Cx (pedantic C-language variants)
Programming Language Concepts (book) creates variants of C called C1, C2, C3, C4, and C5 entirely for instructional purposes. The examples are from the book. SIMPLESEM listings are given line numbers that should be omitted in reality. Stray ?, +, * correspond to their meanings in Perl regexps.
Contents
C1
A lexical variant of a subset of C.
Features
- Simple types
- No dynamic memory
- All primitive types
- Fixed-size arrays
- Structures
- Simple statements
- get(...) is a builtin to read stdin (e.g., get(i,j))
- print(...) is a builtin to write stdout
- No functions
- Entire program is within main()
Sample
main() { int i, j; get(i, j); while(i != j) if(i > j) i -= j; else j -= i; print(i); }
Equivalent SIMPLESEM
0: set 0, read 1: set 1, read 2: jumpt 8, D[0] = D[1] 3: jumpt 6, D[0] <= D[1] 4: set 0, D[0] - D[1] 5: jump 7 6: set 1, D[1] - D[0] 7: jump 2 8: set write, D[0] 9: halt
where D[0] and D[1] are i and j, respectively.
C2
C1, but with simple routines. Note that, unlike in actual C, function definitions (except main()) are suffixed with a ;.
New features
- Simple routines
- Routines can declare their own data
- May access local and (unredeclared) global variables
- No parameters
- No return values
- Routines may call other routines
- Recursion not allowed
- A routine may not call itself (direct recursion)
- A routine may not call (a routine that calls)+ it (indirect recursion)
- Nesting not allowed
Compiling into SIMPLESEM
The assumptions in C1 and C2 allow the size of each unit's activation record (AR) (that is, the layout of D for each routine in SIMPLESEM) to be determined at compile time, and variables can be statically allocated (in absence of nesting, recursion, and dynamic variables, all variables can map permanently to indices of D at compile time). The rules of static allocation are exactly as if all local variables were declared with the static keyword.
The first location in each AR (except main) is reserved for the return pointer for that function.
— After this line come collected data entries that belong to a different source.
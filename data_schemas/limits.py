"""Documented size limits (README, "Limits"): data beyond them are refused up front, with
the limit named, rather than allocated until the machine runs out of memory.

- ``MAX_STEPS_PER_TRIAL``: successful draws in one trial (a decision's ``step``, a trial's
  ``draws``). At the largest survival chance the models size for (0.999), reaching 20,000
  draws has probability 0.999^20000 = 2e-9; every table of a stopping model grows with it.
- ``MAX_DECISION_ROWS``: decisions after expanding trial-level data (about 80 bytes each).
- ``MAX_SIMULATED_TRIALS``: trials (stopping) or choices (lottery) in one simulation, i.e.
  rows of its design (``simulate --subjects N --trials T``: N x T).
- ``MAX_TYPES``: types of a finite mixture (each adds a copy of the model's parameters and
  one more likelihood per row; types must also be fewer than subjects).
- ``MAX_TARGET``: the cap on planned draws a model may be given (``max_target``,
  ``--max-target``); the largest table of a stopping model is estimated as well
  (``models.table_size``) and refused beyond ``MAX_TABLE_BYTES``.
- ``MAX_LOTTERY_OUTCOMES``: outcomes per lottery option (the k of ``a_xk``); options are
  padded to the widest, so one column ``a_x50000000`` would ask for 50 million slots a row.
"""

from __future__ import annotations

MAX_STEPS_PER_TRIAL = 20_000
MAX_DECISION_ROWS = 20_000_000
MAX_LOTTERY_OUTCOMES = 1_000
MAX_SIMULATED_TRIALS = 2_000_000
MAX_TYPES = 20
MAX_TARGET = 100_000
MAX_TABLE_BYTES = 2 * 1024**3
The calling function copies the position number one after the jump to the return pointer before jumping:
14: set 6, 16 15: jump 100
Note that in C2, this is set to a constant (16) and not the more apparently sensible meta-location (ip+1).
Then, the corresponding routine ends by jumping back using the pointer.
jump D[6]
Layout
- Global declaration*
- (Routine definition|routing declaration)*
- main(), which is a routine that is automatically executed and cannot be explicitly called
Sample
int i = 1, j = 2, k = 3; alpha() { int i = 4, l = 5; ... i += k + l; ... }; beta() { int k = 6; ... i = j + k; alpha(); ... } main() { ... beta(); ... }
C2'
C2, but with support for incremental/separate compilation. The extern keyword is used to declare externals:
extern beta(); extern int k;
As program files are compiled individually, addresses are given relative to the beginning of the code block (in C) or the AR (in D), and resolved later by a linker.